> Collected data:
::::
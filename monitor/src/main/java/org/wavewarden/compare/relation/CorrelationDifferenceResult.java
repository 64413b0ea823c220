package org.wavewarden.compare.relation;

import org.wavewarden.compare.Checks;

/**
 * The comparison of a correlation between two independent waves; every signed value is current minus baseline.
 *
 * @param method     the coefficient compared, with the Fisher-z variance it implies
 * @param r1         the baseline wave's correlation
 * @param r2         the current wave's correlation
 * @param n1         the baseline wave's number of pairs
 * @param n2         the current wave's number of pairs
 * @param z          (atanh r2 - atanh r1) / sqrt(c / (n1 - 3) + c / (n2 - 3)); positive when the current wave's
 *                   correlation is the higher
 * @param pValue     two-sided normal p-value of {@code z}
 * @param difference r2 - r1
 * @param ciLow      lower limit of Zou's interval for the difference
 * @param ciHigh     upper limit of Zou's interval
 * @param confidence the confidence level of the interval
 * @param name       a reader's name of the method, e.g. "Fisher z (Spearman rho), Zou interval"
 */
public record CorrelationDifferenceResult(CorrelationMethod method, double r1, double r2, long n1, long n2, double z,
                                          double pValue, double difference, double ciLow, double ciHigh,
                                          double confidence, String name) {

    public CorrelationDifferenceResult {
        if (method == null || name == null) {
            throw new IllegalArgumentException("method and name must not be null");
        }
        Checks.closedUnit(pValue, "pValue");
        if (!(ciLow <= ciHigh)) {
            throw new IllegalArgumentException("ciLow " + ciLow + " exceeds ciHigh " + ciHigh);
        }
        Checks.confidence(confidence);
    }

    /** The same difference without sampling error (a complete enumeration): Zou's interval is the difference. */
    public CorrelationDifferenceResult exact() {
        return new CorrelationDifferenceResult(method, r1, r2, n1, n2, z, pValue, difference, difference, difference,
                confidence, name);
    }
}
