package org.wavewarden.deliver.html;

import java.util.ArrayList;
import java.util.List;
import java.util.Objects;

/**
 * One statistic of a variable across every wave of the dataset, for the trend beside an alert: the statistic the
 * finding's sentence names, each wave computed with the finding's own estimator, with its interval.
 *
 * @param measure   what the values are, e.g. "weighted share answering 'SELF'" or "median income_monthly"
 * @param unit      the values' unit for the axis ("years"), or null; shares carry none and set {@code percent}
 * @param waves     wave labels in wave order
 * @param values    one value per wave, aligned with {@code waves}; NaN for a wave without data (drawn as a gap)
 * @param lows      each value's lower confidence limit, NaN where there is none (no band is drawn there)
 * @param highs     each value's upper confidence limit, NaN where there is none
 * @param percent   true when the values are shares from 0 to 1, drawn in percent as the sentence states them
 * @param category  the category or missing reason the shares are of, or null
 * @param reference the reference value of a REFERENCE finding, drawn as a dashed line; NaN for none
 * @param findingId the finding the trend belongs to (dataset/wave/variable/kind), or null
 */
public record Trend(String measure, String unit, List<String> waves, List<Double> values, List<Double> lows,
                    List<Double> highs, boolean percent, String category, double reference, String findingId) {

    /** A trend without intervals or reference. */
    public Trend(String measure, String unit, List<String> waves, List<Double> values) {
        this(measure, unit, waves, values, nans(values.size()), nans(values.size()), false, null, Double.NaN, null);
    }

    public Trend {
        Objects.requireNonNull(measure, "measure");
        waves = List.copyOf(waves);
        values = List.copyOf(values); // rejects null entries: a wave without data is NaN, not null
        lows = List.copyOf(lows);
        highs = List.copyOf(highs);
        if (waves.size() != values.size() || lows.size() != values.size() || highs.size() != values.size()) {
            throw new IllegalArgumentException("waves has " + waves.size() + " entries but values, lows and highs have "
                    + values.size() + ", " + lows.size() + " and " + highs.size());
        }
        for (int i = 0; i < values.size(); i++) {
            if (Double.isInfinite(values.get(i)) || Double.isInfinite(lows.get(i))
                    || Double.isInfinite(highs.get(i))) {
                throw new IllegalArgumentException("values[" + i + "] or its interval is infinite");
            }
        }
        if (Double.isInfinite(reference)) {
            throw new IllegalArgumentException("reference is infinite");
        }
    }

    /**
     * The same trend of a complete enumeration, whose waves each counted every unit: no wave has a sampling interval,
     * so each limit is the wave's value and no band is drawn.
     */
    public Trend exact() {
        return new Trend(measure, unit, waves, values, values, values, percent, category, reference, findingId);
    }

    private static List<Double> nans(int n) {
        List<Double> out = new ArrayList<>(n);
        for (int i = 0; i < n; i++) {
            out.add(Double.NaN);
        }
        return out;
    }
}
::::
> What the task asks: What you output should match every line above exactly.

> Result of this exercise:
filename monitor/src/main/java/org/wavewarden/compare/relation/CorrelationDifferenceResult.java
repository 64413b0ea823c220
package org.wavewarden.compare.relation;

import org.wavewarden.compare.Checks;

/**
 * The comparison of a correlation between two independent waves; every signed value is current minus baseline.
 *
 * @param method     the coefficient compared, with the Fisher-z variance it implies
 * @param r1         the baseline wave's correlation
 * @param r2         the current wave's correlation
 * @param n1         the baseline wave's number of pairs
 * @param n2         the current wave's number of pairs
 * @param z          (atanh r2 - atanh r1) / sqrt(c / (n1 - 3) + c / (n2 - 3)); positive when the current wave's
 *                   correlation is the higher
 * @param pValue     two-sided normal p-value of {@code z}
 * @param difference r2 - r1
 * @param ciLow      lower limit of Zou's interval for the difference
 * @param ciHigh     upper limit of Zou's interval
 * @param confidence the confidence level of the interval
 * @param name       a reader's name of the method, e.g. "Fisher z (Spearman rho), Zou interval"
 */
public record CorrelationDifferenceResult(CorrelationMethod method, double r1, double r2, long n1, long n2, double z,
                                          double pValue, double difference, double ciLow, double ciHigh,
                                          double confidence, String name) {

    public CorrelationDifferenceResult {
        if (method == null || name == null) {
            throw new IllegalArgumentException("method and name must not be null");
        }
        Checks.closedUnit(pValue, "pValue");
        if (!(ciLow <= ciHigh)) {
            throw new IllegalArgumentException("ciLow " + ciLow + " exceeds ciHigh " + ciHigh);
        }
        Checks.confidence(confidence);
    }

    /** The same difference without sampling error (a complete enumeration): Zou's interval is the difference. */
    public CorrelationDifferenceResult exact() {
        return new CorrelationDifferenceResult(method, r1, r2, n1, n2, z, pValue, difference, difference, difference,
                confidence, name);
    }
}
package org.wavewarden.deliver.html;

import java.util.ArrayList;
import java.util.List;
import java.util.Objects;

/**
 * One statistic of a variable across every wave of the dataset, for the trend beside an alert: the statistic the
 * finding's sentence names, each wave computed with the finding's own estimator, with its interval.
 *
 * @param measure   what the values are, e.g. "weighted share answering 'SELF'" or "median income_monthly"
 * @param unit      the values' unit for the axis ("years"), or null; shares carry none and set {@code percent}
 * @param waves     wave labels in wave order
 * @param values    one value per wave, aligned with {@code waves}; NaN for a wave without data (drawn as a gap)
 * @param lows      each value's lower confidence limit, NaN where there is none (no band is drawn there)
 * @param highs     each value's upper confidence limit, NaN where there is none
 * @param percent   true when the values are shares from 0 to 1, drawn in percent as the sentence states them
 * @param category  the category or missing reason the shares are of, or null
 * @param reference the reference value of a REFERENCE finding, drawn as a dashed line; NaN for none
 * @param findingId the finding the trend belongs to (dataset/wave/variable/kind), or null
 */
public record Trend(String measure, String unit, List<String> waves, List<Double> values, List<Double> lows,
                    List<Double> highs, boolean percent, String category, double reference, String findingId) {

    /** A trend without intervals or reference. */
    public Trend(String measure, String unit, List<String> waves, List<Double> values) {
        this(measure, unit, waves, values, nans(values.size()), nans(values.size()), false, null, Double.NaN, null);
    }

    public Trend {
        Objects.requireNonNull(measure, "measure");
        waves = List.copyOf(waves);
        values = List.copyOf(values); // rejects null entries: a wave without data is NaN, not null
        lows = List.copyOf(lows);
        highs = List.copyOf(highs);
        if (waves.size() != values.size() || lows.size() != values.size() || highs.size() != values.size()) {
            throw new IllegalArgumentException("waves has " + waves.size() + " entries but values, lows and highs have "
                    + values.size() + ", " + lows.size() + " and " + highs.size());
        }
        for (int i = 0; i < values.size(); i++) {
            if (Double.isInfinite(values.get(i)) || Double.isInfinite(lows.get(i))
                    || Double.isInfinite(highs.get(i))) {
                throw new IllegalArgumentException("values[" + i + "] or its interval is infinite");
            }
        }
        if (Double.isInfinite(reference)) {
            throw new IllegalArgumentException("reference is infinite");
        }
    }

    /**
     * The same trend of a complete enumeration, whose waves each counted every unit: no wave has a sampling interval,
     * so each limit is the wave's value and no band is drawn.
     */
    public Trend exact() {
        return new Trend(measure, unit, waves, values, values, values, percent, category, reference, findingId);
    }

    private static List<Double> nans(int n) {
        List<Double> out = new ArrayList<>(n);
        for (int i = 0; i < n; i++) {
            out.add(Double.NaN);
        }
        return out;
    }
}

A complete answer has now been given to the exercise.